What you should do -
What lines of the data below hold the string "modulated"? Copy each one.

Extracted information -
○ ○ ○

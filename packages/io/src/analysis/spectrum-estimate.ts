import { type ChannelBlock, fromParts, type SpectrumSummary, summarizeSpectrum, WelchEstimator } from '@intradyne/core';

/** Fewest samples for a spectrum: 64 (eight segments of eight). */
export const MIN_SPECTRUM_SAMPLES = 64;

/**
 * Narrowest band taken for a modulated signal, in frequency bins of the
 * Welch estimate: 16. A tone or a constant level (DC) spreads over the
 * window's main lobe and the summary's smoothing, about 7 bins of a
 * 1024-point segment; a signal of at most 64 samples per symbol covers 16 or
 * more.
 */
export const MIN_BAND_BINS = 16;

/** What the spectrum of a capture says: its summary and the symbol rate, or why there is none. */
export interface SpectrumEstimate {
  /** The summary of the Welch PSD of x and y, or null when the spectrum holds no band (see `reason`). */
  readonly summary: SpectrumSummary | null;
  /** Estimated symbol rate, Bd, or null (see `reason`). */
  readonly symbolRateBd: number | null;
  /** Why there is no estimate, in words; null when there is one. */
  readonly reason: string | null;
  /** Samples per Welch segment. */
  readonly segmentLength: number;
  /** Segments averaged (both polarizations). */
  readonly segments: number;
  /** Frequency resolution, Hz. */
  readonly resolutionHz: number;
}

/**
 * Accumulates the Welch power spectrum of x = xi + j·xq and y = yi + j·yq
 * over a capture's blocks and estimates the symbol rate from it (see
 * `summarizeSpectrum`). The segment is `segmentLength` samples, shortened
 * to a power of two giving about eight segments for a short capture; the
 * first blocks are held until that is settled. A spectrum without a band
 * (all zeros, a constant level, a pure tone) gives no estimate and says
 * why, rather than a number.
 */
export class SpectrumAccumulator {
  private welch: [WelchEstimator, WelchEstimator] | null = null;
  private readonly head: ChannelBlock[] = [];
  private headSamples = 0;
  private sampleRate = Number.NaN;
  /** Samples taken so far. */
  samples = 0;

  constructor(private readonly segmentLength = 1024) {}

  /** Takes the next block. */
  push(b: ChannelBlock): void {
    this.sampleRate = b.sampleRate;
    this.samples += b.xi.length;
    if (this.welch) {
      this.feed(b);
      return;
    }
    this.head.push(b);
    this.headSamples += b.xi.length;
    if (this.headSamples >= 8 * this.segmentLength) this.start(this.segmentLength);
  }

  /**
   * The spectrum and the estimate.
   * @returns null when fewer than {@link MIN_SPECTRUM_SAMPLES} samples came
   */
  result(): SpectrumEstimate | null {
    if (!this.welch) {
      if (this.samples < MIN_SPECTRUM_SAMPLES) return null;
      // Fewer than 8 segments: shorten the segment to a power of two giving about 8.
      let n = 8;
      while (n * 2 * 8 <= this.samples && n * 2 <= this.segmentLength) n *= 2;
      this.start(n);
    }
    const [wx, wy] = this.welch as [WelchEstimator, WelchEstimator];
    const px = wx.result();
    const py = wy.result();
    const psd = px.psd.map((v, i) => (v + py.psd[i]) / 2);
    const base = { segmentLength: px.psd.length, segments: px.segments + py.segments, resolutionHz: px.resolutionHz };
    let summary: SpectrumSummary;
    try {
      summary = summarizeSpectrum({ ...px, psd, segments: base.segments });
    } catch (e) {
      // The summary's documented refusal: no signal above the floor, or no band of positive width.
      if (!(e instanceof RangeError)) throw e;
      return {
        ...base,
        summary: null,
        symbolRateBd: null,
        reason: `no band in the spectrum (${e.message.replace(/^summarizeSpectrum: /, '')})`,
      };
    }
    if (!(summary.bandwidth3dBHz >= MIN_BAND_BINS * px.resolutionHz) || !(summary.symbolRateBd > 0)) {
      return {
        ...base,
        summary,
        symbolRateBd: null,
        reason: `the band is narrower than ${MIN_BAND_BINS} frequency bins of ${px.resolutionHz} Hz: a tone or a constant level, not a modulated signal`,
      };
    }
    return { ...base, summary, symbolRateBd: summary.symbolRateBd, reason: null };
  }

  private start(segmentLength: number): void {
    this.welch = [new WelchEstimator(this.sampleRate, { segmentLength }), new WelchEstimator(this.sampleRate, { segmentLength })];
    for (const h of this.head.splice(0)) this.feed(h);
  }

  private feed(b: ChannelBlock): void {
    const [wx, wy] = this.welch as [WelchEstimator, WelchEstimator];
    wx.push(fromParts(b.xi, b.xq));
    wy.push(fromParts(b.yi, b.yq));
  }
}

○ ○ ○

Your solution -
 * Narrowest band taken for a modulated signal, in frequency bins of the
        reason: `the band is narrower than ${MIN_BAND_BINS} frequency bins of ${px.resolutionHz} Hz: a tone or a constant level, not a modulated signal`,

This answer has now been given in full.